What this task involves: In the entries below, find each line with the word "frequencySquared" and return it.

Dataset content:
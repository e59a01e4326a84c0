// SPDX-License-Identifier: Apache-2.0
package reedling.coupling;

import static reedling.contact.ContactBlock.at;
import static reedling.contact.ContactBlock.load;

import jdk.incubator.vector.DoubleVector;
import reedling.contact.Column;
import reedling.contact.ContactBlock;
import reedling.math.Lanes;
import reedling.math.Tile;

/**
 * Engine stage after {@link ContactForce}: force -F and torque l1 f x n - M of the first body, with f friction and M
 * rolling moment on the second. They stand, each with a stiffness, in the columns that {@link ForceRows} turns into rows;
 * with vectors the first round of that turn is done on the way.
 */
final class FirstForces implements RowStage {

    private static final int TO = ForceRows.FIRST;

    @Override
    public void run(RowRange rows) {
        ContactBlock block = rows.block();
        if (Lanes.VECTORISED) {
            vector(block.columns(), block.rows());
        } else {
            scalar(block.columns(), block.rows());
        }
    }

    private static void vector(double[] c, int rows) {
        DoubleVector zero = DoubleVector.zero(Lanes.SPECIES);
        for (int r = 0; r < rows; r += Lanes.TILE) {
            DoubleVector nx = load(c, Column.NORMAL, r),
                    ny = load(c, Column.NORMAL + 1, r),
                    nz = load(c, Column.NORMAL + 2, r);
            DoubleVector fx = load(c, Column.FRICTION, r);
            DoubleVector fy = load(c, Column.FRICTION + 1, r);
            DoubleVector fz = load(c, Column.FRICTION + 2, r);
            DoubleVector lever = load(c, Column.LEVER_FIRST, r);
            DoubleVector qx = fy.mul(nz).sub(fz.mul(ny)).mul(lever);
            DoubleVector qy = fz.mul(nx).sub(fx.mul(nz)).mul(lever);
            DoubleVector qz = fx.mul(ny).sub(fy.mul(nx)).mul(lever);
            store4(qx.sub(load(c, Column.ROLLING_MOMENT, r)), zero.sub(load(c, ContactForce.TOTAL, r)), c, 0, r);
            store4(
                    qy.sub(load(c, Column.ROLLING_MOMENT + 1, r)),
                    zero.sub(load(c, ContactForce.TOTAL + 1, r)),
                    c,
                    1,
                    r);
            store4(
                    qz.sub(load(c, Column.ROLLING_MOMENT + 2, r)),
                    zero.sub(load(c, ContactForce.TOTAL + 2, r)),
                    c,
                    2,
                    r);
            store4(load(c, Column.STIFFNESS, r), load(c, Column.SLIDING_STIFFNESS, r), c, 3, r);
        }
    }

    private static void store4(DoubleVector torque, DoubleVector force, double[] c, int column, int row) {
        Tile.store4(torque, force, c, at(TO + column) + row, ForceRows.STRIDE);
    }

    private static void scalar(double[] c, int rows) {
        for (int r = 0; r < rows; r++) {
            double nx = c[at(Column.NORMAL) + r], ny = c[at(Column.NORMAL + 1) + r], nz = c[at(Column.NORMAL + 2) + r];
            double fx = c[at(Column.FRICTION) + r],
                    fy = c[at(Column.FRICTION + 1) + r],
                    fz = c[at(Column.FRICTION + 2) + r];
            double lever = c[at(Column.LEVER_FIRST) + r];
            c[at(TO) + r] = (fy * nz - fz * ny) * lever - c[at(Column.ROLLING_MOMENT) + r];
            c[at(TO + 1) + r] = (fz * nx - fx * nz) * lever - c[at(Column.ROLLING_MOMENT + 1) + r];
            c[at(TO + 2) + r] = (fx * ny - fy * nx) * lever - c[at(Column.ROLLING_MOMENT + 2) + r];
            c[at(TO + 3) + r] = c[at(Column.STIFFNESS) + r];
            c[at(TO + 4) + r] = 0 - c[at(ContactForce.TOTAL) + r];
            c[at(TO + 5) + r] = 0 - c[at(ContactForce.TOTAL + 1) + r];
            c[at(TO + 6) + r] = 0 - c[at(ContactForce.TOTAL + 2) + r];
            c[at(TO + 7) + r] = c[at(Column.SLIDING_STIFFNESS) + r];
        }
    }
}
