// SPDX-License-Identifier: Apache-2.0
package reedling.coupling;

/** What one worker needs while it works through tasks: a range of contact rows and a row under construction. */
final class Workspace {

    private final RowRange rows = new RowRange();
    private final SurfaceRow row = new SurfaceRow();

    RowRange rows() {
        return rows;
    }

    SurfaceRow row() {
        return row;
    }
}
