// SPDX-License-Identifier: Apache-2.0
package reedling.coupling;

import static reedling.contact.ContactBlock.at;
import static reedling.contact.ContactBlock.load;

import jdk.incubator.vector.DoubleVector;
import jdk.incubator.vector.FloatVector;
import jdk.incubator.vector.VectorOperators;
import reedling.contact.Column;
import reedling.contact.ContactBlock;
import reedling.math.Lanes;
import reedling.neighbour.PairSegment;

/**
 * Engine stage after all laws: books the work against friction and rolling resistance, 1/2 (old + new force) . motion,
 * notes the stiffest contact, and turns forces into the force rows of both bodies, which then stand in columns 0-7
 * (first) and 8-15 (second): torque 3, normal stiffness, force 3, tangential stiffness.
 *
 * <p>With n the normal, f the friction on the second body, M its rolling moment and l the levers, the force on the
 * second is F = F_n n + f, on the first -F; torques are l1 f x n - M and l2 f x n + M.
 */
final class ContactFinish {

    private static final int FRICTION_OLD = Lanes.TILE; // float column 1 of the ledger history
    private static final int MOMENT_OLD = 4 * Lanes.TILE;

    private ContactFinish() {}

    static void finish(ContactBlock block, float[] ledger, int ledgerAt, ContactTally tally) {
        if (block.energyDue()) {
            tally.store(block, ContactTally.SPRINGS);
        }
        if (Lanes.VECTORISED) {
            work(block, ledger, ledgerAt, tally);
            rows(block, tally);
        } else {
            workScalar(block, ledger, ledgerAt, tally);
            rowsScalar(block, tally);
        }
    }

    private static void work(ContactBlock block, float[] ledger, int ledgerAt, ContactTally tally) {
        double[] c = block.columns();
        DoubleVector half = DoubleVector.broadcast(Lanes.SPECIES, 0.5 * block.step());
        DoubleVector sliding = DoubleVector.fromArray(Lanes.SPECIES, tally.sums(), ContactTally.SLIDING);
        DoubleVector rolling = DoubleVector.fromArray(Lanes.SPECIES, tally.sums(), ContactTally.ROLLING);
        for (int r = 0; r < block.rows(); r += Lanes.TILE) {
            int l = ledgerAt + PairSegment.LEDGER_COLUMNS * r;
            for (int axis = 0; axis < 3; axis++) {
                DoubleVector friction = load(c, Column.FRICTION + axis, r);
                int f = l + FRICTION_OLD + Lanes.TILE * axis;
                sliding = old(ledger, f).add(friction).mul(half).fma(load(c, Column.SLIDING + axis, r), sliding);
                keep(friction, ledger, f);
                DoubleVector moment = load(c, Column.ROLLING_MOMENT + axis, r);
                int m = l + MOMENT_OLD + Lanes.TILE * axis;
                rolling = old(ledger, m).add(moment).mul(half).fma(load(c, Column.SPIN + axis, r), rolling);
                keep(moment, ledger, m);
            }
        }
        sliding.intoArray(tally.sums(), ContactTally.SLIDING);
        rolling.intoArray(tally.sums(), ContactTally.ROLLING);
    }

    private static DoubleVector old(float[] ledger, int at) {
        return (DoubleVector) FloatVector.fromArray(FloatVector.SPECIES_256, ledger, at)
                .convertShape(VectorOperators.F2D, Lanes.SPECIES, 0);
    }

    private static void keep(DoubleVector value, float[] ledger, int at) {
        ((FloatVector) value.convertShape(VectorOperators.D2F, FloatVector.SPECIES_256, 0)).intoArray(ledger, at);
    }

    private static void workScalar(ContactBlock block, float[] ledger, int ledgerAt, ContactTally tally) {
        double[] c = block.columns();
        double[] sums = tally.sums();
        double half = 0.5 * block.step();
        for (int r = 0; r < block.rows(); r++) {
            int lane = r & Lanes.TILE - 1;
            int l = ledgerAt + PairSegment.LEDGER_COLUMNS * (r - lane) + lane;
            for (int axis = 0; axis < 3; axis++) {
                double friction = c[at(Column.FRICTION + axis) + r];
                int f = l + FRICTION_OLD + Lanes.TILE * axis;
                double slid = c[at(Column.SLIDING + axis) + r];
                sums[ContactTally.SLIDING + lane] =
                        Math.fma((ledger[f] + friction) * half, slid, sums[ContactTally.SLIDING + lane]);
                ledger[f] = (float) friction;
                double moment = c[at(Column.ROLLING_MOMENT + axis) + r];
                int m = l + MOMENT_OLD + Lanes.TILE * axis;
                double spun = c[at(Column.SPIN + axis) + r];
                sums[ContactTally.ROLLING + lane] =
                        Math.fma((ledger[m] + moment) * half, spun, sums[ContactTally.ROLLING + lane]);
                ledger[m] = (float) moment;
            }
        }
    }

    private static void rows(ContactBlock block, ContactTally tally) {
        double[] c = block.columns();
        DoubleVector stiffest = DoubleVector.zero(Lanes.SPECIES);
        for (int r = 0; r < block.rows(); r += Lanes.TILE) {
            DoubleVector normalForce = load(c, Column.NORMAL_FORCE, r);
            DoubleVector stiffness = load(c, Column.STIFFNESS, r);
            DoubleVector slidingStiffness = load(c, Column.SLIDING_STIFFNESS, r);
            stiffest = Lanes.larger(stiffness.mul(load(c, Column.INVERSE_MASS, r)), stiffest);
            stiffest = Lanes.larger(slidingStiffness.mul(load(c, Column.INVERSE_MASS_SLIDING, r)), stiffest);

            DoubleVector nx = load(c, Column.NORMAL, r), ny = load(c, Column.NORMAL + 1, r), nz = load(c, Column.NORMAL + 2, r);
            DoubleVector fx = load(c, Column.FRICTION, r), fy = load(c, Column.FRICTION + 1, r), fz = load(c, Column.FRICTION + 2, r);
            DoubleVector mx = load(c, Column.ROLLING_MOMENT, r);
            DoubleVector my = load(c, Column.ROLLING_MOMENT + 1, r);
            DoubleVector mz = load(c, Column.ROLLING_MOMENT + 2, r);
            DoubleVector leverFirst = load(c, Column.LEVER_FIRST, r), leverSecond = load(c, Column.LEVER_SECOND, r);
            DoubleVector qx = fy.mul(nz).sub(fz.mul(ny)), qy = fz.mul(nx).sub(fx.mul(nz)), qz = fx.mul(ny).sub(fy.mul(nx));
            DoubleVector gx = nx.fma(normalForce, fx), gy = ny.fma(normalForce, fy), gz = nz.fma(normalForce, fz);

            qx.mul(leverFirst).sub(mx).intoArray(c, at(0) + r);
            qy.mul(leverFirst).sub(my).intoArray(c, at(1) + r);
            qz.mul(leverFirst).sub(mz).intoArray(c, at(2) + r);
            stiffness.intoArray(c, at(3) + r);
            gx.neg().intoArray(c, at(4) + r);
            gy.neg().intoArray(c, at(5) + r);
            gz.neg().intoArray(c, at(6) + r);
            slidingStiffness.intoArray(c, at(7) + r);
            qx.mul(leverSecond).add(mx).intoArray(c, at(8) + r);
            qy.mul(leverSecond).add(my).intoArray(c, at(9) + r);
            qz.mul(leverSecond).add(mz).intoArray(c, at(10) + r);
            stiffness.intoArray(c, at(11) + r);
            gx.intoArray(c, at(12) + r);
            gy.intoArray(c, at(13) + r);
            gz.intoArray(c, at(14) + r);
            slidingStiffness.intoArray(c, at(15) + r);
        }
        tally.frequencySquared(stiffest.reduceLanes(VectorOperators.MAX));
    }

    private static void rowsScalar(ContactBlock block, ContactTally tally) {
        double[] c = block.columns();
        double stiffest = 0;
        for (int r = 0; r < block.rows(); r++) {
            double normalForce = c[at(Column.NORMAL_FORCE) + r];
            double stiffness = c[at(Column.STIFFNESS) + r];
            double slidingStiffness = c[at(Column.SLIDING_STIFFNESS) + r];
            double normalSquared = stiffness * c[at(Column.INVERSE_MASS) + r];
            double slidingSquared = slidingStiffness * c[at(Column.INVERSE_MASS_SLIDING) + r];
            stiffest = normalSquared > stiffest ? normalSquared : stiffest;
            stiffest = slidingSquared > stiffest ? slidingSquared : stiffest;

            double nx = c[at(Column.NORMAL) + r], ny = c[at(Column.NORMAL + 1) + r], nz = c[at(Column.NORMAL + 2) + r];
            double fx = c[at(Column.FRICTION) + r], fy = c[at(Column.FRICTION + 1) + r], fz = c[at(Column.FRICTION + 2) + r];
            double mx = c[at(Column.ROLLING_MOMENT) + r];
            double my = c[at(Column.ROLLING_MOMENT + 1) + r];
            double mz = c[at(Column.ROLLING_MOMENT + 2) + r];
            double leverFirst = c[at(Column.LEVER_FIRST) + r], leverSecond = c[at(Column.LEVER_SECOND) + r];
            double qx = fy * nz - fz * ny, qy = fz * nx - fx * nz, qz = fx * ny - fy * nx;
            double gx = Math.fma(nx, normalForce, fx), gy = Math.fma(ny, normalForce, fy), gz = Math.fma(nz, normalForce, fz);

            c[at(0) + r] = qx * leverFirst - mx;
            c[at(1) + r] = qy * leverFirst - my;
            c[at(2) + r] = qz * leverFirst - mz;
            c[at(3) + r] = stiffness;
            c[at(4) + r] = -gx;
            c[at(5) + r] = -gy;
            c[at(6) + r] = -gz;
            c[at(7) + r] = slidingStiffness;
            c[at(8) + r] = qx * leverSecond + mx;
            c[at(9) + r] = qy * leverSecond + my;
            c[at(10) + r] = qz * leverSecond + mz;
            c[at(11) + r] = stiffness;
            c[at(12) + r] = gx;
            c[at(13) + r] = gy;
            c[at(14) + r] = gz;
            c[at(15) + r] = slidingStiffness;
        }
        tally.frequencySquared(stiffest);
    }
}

Solution for this exercise:
        tally.frequencySquared(stiffest.reduceLanes(VectorOperators.MAX));
        tally.frequencySquared(stiffest);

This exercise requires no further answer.